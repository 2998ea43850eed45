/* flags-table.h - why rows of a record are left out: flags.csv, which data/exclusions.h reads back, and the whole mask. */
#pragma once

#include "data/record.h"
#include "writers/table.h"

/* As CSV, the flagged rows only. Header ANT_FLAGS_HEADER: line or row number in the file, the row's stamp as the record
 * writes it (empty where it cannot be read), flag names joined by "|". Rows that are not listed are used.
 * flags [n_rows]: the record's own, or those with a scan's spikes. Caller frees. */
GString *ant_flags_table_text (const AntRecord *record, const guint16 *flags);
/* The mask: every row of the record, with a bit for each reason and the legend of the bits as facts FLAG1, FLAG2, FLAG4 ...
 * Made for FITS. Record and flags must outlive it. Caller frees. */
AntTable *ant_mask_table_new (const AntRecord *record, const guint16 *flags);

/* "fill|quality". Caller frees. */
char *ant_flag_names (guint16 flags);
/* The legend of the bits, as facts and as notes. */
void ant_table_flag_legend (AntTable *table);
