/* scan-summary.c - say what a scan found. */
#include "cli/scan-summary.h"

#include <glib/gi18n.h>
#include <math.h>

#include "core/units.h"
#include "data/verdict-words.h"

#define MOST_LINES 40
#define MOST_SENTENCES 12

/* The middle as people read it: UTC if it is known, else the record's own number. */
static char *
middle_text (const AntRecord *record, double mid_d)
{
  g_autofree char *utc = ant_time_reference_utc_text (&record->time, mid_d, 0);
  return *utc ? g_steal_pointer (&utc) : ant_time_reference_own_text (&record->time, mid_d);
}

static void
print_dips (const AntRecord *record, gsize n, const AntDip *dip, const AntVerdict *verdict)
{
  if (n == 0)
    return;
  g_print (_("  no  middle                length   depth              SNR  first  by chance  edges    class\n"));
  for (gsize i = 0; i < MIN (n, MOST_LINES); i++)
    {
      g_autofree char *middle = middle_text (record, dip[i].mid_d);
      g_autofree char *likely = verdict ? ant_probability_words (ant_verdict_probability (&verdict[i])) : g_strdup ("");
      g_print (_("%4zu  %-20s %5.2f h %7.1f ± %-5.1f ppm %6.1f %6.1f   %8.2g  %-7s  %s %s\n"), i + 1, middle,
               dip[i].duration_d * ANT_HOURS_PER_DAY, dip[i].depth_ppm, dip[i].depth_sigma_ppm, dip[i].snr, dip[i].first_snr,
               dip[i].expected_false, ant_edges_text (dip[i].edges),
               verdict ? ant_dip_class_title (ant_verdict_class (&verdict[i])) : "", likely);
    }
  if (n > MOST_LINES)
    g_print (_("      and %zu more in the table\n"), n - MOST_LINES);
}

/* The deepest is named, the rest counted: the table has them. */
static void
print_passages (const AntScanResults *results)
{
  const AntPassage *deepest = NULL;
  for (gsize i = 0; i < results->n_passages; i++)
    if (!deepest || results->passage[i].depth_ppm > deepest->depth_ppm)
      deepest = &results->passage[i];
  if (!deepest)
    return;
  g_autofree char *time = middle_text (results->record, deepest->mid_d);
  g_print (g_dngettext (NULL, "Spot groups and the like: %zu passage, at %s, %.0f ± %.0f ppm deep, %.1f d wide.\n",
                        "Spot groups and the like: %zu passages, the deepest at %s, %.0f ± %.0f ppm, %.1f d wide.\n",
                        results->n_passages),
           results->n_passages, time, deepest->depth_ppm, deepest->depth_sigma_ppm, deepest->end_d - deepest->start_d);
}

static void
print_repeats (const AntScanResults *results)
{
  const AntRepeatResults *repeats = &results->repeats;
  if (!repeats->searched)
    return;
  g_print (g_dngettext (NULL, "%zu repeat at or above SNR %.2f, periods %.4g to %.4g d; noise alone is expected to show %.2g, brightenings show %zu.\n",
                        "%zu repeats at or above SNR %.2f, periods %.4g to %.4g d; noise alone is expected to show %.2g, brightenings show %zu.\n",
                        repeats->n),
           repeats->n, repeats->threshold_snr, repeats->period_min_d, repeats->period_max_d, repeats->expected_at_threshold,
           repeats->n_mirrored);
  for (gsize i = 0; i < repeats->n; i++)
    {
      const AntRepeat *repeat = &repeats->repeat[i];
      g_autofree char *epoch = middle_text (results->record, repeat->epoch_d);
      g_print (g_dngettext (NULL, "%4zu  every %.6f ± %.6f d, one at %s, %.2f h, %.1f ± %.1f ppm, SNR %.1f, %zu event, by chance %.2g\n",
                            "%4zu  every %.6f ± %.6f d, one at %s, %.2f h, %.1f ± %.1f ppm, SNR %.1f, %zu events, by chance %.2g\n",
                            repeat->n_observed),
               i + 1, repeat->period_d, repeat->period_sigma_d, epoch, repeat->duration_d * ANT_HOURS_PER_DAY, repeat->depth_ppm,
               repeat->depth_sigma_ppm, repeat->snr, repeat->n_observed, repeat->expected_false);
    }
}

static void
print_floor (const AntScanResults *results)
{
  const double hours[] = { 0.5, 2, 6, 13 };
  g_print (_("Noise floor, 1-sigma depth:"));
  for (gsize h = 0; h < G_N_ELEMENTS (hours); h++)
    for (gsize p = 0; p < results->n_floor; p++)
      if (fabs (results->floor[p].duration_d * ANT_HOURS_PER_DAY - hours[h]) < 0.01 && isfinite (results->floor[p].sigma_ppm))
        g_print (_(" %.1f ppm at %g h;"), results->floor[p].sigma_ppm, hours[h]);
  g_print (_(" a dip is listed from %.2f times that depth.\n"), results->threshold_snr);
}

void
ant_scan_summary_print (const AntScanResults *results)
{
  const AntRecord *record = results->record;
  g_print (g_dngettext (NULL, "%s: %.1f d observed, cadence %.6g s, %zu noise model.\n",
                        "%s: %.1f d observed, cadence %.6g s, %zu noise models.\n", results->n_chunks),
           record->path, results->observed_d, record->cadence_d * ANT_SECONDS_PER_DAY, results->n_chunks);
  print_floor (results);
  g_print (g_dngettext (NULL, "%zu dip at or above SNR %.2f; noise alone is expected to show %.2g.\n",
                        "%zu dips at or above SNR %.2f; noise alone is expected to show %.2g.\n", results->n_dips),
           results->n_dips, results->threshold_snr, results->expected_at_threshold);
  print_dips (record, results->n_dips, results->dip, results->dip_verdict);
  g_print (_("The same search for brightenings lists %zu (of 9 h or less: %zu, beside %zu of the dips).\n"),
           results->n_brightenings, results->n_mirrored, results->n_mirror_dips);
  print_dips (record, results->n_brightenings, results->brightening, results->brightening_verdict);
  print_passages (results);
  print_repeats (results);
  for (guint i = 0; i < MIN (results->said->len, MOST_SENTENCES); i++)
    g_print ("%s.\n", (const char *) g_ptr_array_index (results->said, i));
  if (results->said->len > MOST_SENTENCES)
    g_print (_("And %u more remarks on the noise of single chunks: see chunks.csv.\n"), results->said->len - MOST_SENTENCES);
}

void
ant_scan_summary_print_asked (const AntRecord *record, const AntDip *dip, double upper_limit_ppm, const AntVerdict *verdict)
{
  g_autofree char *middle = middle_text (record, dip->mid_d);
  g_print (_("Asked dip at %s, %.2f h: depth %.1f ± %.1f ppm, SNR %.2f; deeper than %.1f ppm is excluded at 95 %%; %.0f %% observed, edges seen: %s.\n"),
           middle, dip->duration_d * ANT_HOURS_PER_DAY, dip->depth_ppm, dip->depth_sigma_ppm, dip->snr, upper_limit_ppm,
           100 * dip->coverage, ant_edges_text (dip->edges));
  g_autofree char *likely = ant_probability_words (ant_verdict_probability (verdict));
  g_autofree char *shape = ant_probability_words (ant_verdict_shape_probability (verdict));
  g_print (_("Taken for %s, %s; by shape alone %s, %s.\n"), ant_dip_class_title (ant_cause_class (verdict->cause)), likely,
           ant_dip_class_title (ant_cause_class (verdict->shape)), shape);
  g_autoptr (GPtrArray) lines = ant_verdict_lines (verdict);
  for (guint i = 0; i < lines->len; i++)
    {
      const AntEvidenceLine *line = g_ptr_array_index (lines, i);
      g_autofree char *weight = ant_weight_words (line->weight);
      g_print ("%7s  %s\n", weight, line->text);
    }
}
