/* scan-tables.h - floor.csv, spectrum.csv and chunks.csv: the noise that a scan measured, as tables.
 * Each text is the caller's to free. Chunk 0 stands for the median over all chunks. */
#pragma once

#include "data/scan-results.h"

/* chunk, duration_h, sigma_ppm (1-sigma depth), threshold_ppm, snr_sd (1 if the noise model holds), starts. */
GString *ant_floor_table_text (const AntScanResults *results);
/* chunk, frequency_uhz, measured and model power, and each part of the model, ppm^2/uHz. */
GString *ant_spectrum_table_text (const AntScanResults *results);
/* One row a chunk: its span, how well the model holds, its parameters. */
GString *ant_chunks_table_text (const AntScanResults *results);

####

__TO DO__:
Return each line from the data where the string "define" can be found.

__EXERCISE SOLUTION__:
#define MOST_LINES 40
#define MOST_SENTENCES 12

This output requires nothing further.